As for backrolling primer...very important. It pushes the primer into the pores of the drywall and mud, ensuring proper adhesion. I've seen delamination of paint due to spraying without properly cleaning dust from drywall, in jobs where the primer was not backrolled. The primer is applied to dusty drywall, sits on top of a barrier of dust, and drys. Any paint applied to this primer is sitting atop a layer of primer not properly bonded to the drywall. When tape is applied to that paint and then remove, big chunks of paint/primer will pull off along with the tape. Look at the backside of that chunk of primer/paint....you'll probably be able to see and feel the dust. I have seen this to a lesser degree in jobs where the walls were cleaned and the paint backrolled, but is always limited to the ceiling/wall interface and corners, where the dust may have not been cleaned off and the area not backrolled . So it always pays to be certain the corners are clean. But backrolling, even on a wall that has not been dusted properly, will "mix" the dust with the primer, and push the primer into the pores. This, while not ideal, will at least provide a much better bond than simply spraying and not backrolling.


----------



## CApainter (Jun 29, 2007)

cocomonkeynuts said:


> Pretty much all acrylic primers are 'compatible' with joint compound. PVA isn't rated for any higher pH than 253, maximum pH 10, just for example.
> 
> 
> BM doesn't even bother to manufacture a PVA if that tells you anything.

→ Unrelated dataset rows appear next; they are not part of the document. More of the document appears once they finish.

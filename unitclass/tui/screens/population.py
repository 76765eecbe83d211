"""The population: every unit in view as a heat-map row, grouped by type, in order of phase."""

from __future__ import annotations

from unitclass.review.entry import QueueEntry
from unitclass.review.unit_facts import by_phase, grouped
from unitclass.tui.desk import Desk
from unitclass.tui.keys import POPULATION, KeyMap
from unitclass.tui.messages import Picked
from unitclass.tui.renderables.population_rows import HeatEntry, population_lines, population_rows
from unitclass.tui.renderables.queue_rows import page_start, type_of
from unitclass.tui.renderables.sheet import Sheet
from unitclass.tui.screens.page import PageScreen
from unitclass.tui.theme import Theme

HIDDEN = "not shown yet (blind)"


class PopulationScreen(PageScreen):
    """All units of the queue at a glance."""

    KEYS = POPULATION

    def __init__(self, desk: Desk, theme: Theme, keys: KeyMap) -> None:
        super().__init__(desk, theme, keys)
        self._load(desk.session.current)

    def _load(self, here: QueueEntry | None) -> None:
        """Take the units in view as they are now and choose the one that was chosen."""
        self._groups = population_of(self.desk)
        self._units = [unit for _, members in self._groups for unit in members]
        keys_in_order = [unit.entry.key for unit in self._units]
        self._here = keys_in_order.index(here.key) if here is not None and here.key in keys_in_order else 0

    def results_changed(self, path: str) -> None:
        """Show what is new after work in the background."""
        self._load(self._units[self._here].entry if self._units else self.desk.session.current)
        self.repaint_soon()

    def title_words(self) -> tuple[str, str, str]:
        """Return the title and how many units there are."""
        return "population", "rows: units; each to its own greatest rate", f"{len(self._units)} units"

    def draw_body(self, width: int, height: int) -> Sheet:
        """Draw the page around the chosen unit."""
        here = self._units[self._here].entry if self._units else self.desk.session.current
        facts = self.desk.condition(here) if here is not None else None
        ti_s, te_s = (facts.ti_s, facts.te_s) if facts is not None else (1.0, 1.0)
        return population_rows(self._groups, self._here, ti_s, te_s, width, height, look=self.inks.look)

    def step(self, steps: int) -> None:
        """Choose another unit."""
        self._here = max(0, min(self._here + steps, len(self._units) - 1))
        self.repaint_soon()

    def action_goto(self) -> None:
        """Go to the chosen unit."""
        if self._units:
            self.desk.session.go_to(self._units[self._here].entry.key)
        self.back_with("")

    def action_find(self) -> None:
        """Choose the next unit whose name holds what is typed."""
        self.ask("find unit", lambda text: None, live=self._find)

    def _find(self, text: str) -> None:
        names = [unit.entry.unit.casefold() for unit in self._units]
        found = [i for i, name in enumerate(names) if name == text.casefold()]
        found += [i for i, name in enumerate(names) if text.casefold() in name]
        if found and text:
            self._here = found[0]
            self.repaint_soon()

    def on_picked(self, message: Picked) -> None:
        """Choose the unit that was clicked."""
        message.stop()
        lines = population_lines([(name, len(members)) for name, members in self._groups])
        if not lines:
            return
        place = page_start(lines.index(self._here), max(1, self.body.size.height - 4)) + message.index
        if place < len(lines) and isinstance(line := lines[place], int):
            self.step(line - self._here)


def population_of(desk: Desk) -> list[tuple[str, list[HeatEntry]]]:
    """Return the units in view by type, each type's in the order of the phase of their peaks."""
    entries = desk.entries
    rates = desk.session.profiles(entries)
    groups = grouped([type_of(entry) or HIDDEN for entry in entries], desk.type_ids())
    result = []
    for name, places in groups.items():
        order = [places[i] for i in by_phase(rates[places])]
        result.append((name, [HeatEntry(entries[i], rates[i]) for i in order]))
    return result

Most PVA's these days are Polyvinyl Vinyl Acrylics. That's a given. But that doesn't mean if someone has access to and uses a Poly Vinyl Acetate, that they've breached a painting best practice. If anything, they've appropriately applied a substrate specific primer/sealer. And that's a good thing.

Poly Vinyl Acrylic primers are basically the same thing as the rest of the multi purpose products out there. They are simply designed to eliminate steps in the painting process.


----------



## CApainter (Jun 29, 2007)

DittonWilson said:


> You used a brush to finish doors in the past? I have been using a weenie roller on doors and trim for a while. With a little additive like flotrol, with really good results.
> 
> But the general attitude I get around here from contractors and homeowners is that a spray finish on trims and doors is smoother and more desirable.


Yes Grasshopper. I had to learn how to lay off a door with a China bristle, or face the prospect of a criminal career back in the mean streets of the SF Bay Area. That was the expectation of a painter worth their salt in the 1980's


----------



## Lightningboy65 (Mar 12, 2018)

CApainter said:


> Yes Grasshopper. I had to learn how to lay off a door with a China bristle, or face the prospect of a criminal career back in the mean streets of the SF Bay Area. That was the expectation of a painter worth their salt in the 1980's


Feel the brush....be the brush....:vs_karate:


----------



## cocomonkeynuts (Apr 14, 2017)

CApainter said:


> Most PVA's these days are Polyvinyl Vinyl Acrylics. That's a given. But that doesn't mean if someone has access to and uses a Poly Vinyl Acetate, that they've breached a painting best practice. If anything, they've appropriately applied a substrate specific primer/sealer. And that's a good thing.
> 
> Poly Vinyl Acrylic primers are basically the same thing as the rest of the multi purpose products out there. They are simply designed to eliminate steps in the painting process.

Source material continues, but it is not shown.